I'm not sure how well they're doing business-wise. I did notice that they recently pivoted one aspect of their business. They used to facilitate users selling prints of their works; now they've dropped that service and are building a stock photo service instead.
My relative posts a photo almost everyday and is always trying to figure out how to get a higher score; different photo subjects, posting at different times of the day, etc.
Looker (http://looker.com) is an alternative to Periscope that a ton of venture-backed tech companies are using (mostly in conjunction with Redshift). Here are two posts from Buffer and SeatGeek on their stacks using Redshift, Luigi and Looker. Buffer: https://overflow.bufferapp.com/2014/10/31/buffers-new-data-a.... SeatGeek: http://chairnerd.seatgeek.com/building-out-the-seatgeek-data...
Looker does not necessitate each member of the team to know SQL to explore the data or create reports. It also has a text-based modeling language that is a thin abstraction layer of SQL. It makes SQL modular and reusable making it far more efficient to support a wide range of analysis. It's more expensive than Periscope, but it's way more powerful.
I run marketing for Periscope. Like Chartio, you guys have a great product. We routinely send people your way when they have more business user needs and aren’t a good fit for Periscope.

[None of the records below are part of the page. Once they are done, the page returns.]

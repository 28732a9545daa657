"""Limits at a gate: what its clamps allow, where it turns on, what edge comes upon it."""

from collections.abc import Sequence

from rulecheck.facts.facts import Value
from rulecheck.facts.inputs import Inputs, stated_range
from rulecheck.parts import Kind, Part
from rulecheck.stage import GateDrive
from rulecheck.values import Interval, Unknown


def clamp_values(inputs: Inputs, drive: GateDrive) -> dict[str, Value]:
    """In the direction that turns the devices on, and in the other."""
    highest = [clamp.highest for clamp in drive.clamps]
    lowest = [_turned(clamp.lowest) for clamp in drive.clamps]
    if all(inputs.part_by_name[name].kind is Kind.P_MOSFET for name in drive.devices):
        highest, lowest = lowest, highest
    return {
        "clamp-high": _nearest(highest, drive.gate),
        "clamp-low": _turned(_nearest(lowest, drive.gate)),
    }


def _turned(level: float | Unknown) -> float | Unknown:
    return level if isinstance(level, Unknown) else -level


def _nearest(levels: Sequence[float | Unknown], gate: str) -> float | Unknown:
    unknown = next((level for level in levels if isinstance(level, Unknown)), None)
    missing = Unknown(f"clamp of gate {gate}", f"a zener from {gate} to its source")
    known = [level for level in levels if isinstance(level, float)]
    return unknown or (min(known) if known else missing)


def lowest_threshold(parts: Sequence[Part]) -> Value:
    return _threshold(parts, upper=False)


def highest_threshold(parts: Sequence[Part]) -> Value:
    return _threshold(parts, upper=True)


def _threshold(parts: Sequence[Part], upper: bool) -> Value:
    found: list[float] = []
    for part in parts:
        value = stated_range(part, "gate.threshold")
        if not isinstance(value, Interval):
            return value
        size = sorted((abs(value.low), abs(value.high)))
        found.append(size[1] if upper else size[0])
    return max(found) if upper else min(found)


def edge_time(inputs: Inputs, positions: Sequence[str]) -> Value:
    """Seconds that the voltage of the legs takes to change over."""
    legs = [leg for name in positions for leg in inputs.legs_of_position.get(name, ())]
    own = [inputs.stage.leg_switching[leg] for leg in legs if leg in inputs.stage.leg_switching]
    stated = [s.edge for s in (*own, inputs.stage.switching) if s.edge is not None]
    return stated[0] if stated else Unknown("edge time of the leg", "switching: {edge: ...}")


def edge_voltage_at(inputs: Inputs, positions: Sequence[str]) -> Value:
    """Volts: the largest forward off voltage of the positions."""
    spans = [inputs.demands.positions[name].off_voltage for name in positions]
    unknown = [span for span in spans if isinstance(span, Unknown) or not span.bounded]
    if unknown or not spans:
        open_one = next((span for span in unknown if isinstance(span, Unknown)), None)
        return open_one or Unknown("off voltage of the switch", "the voltages of the ports")
    return max(max(span.magnitude, 0.0) for span in spans if isinstance(span, Interval))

For those evaluating tools like Periscope/Looker/Chartio:
Whereas Looker focuses on business users, we’ve built Periscope around serving SQL analysts better than anyone else.
If you don't have someone who knows SQL on your team, Looker (or Chartio) is probably a better fit. (though I should mention that some customers have learned SQL through our customer support :)
We’re focused on the SQL analysts who are building dashboards and running reports, day in, day out. With that said, every one of our customers has employees who don’t know SQL, but need to dive into their data. So we’ve built a ton of features to make this easy as well.
If you want to find out more, visit https://www.periscope.io. If Periscope looks like a good fit, sign up and we'll get you set up with a free trial.
As I understand it, Periscope is cloud based, so could you elaborate on how it might plug into large locally hosted databases, or is the caveat that my databases must also be in the cloud?
There needs to be a route from the internet to your DB, yes. Sometimes this works because the DB is in the cloud, or sometimes a port or SSH tunnel is opened into a local network.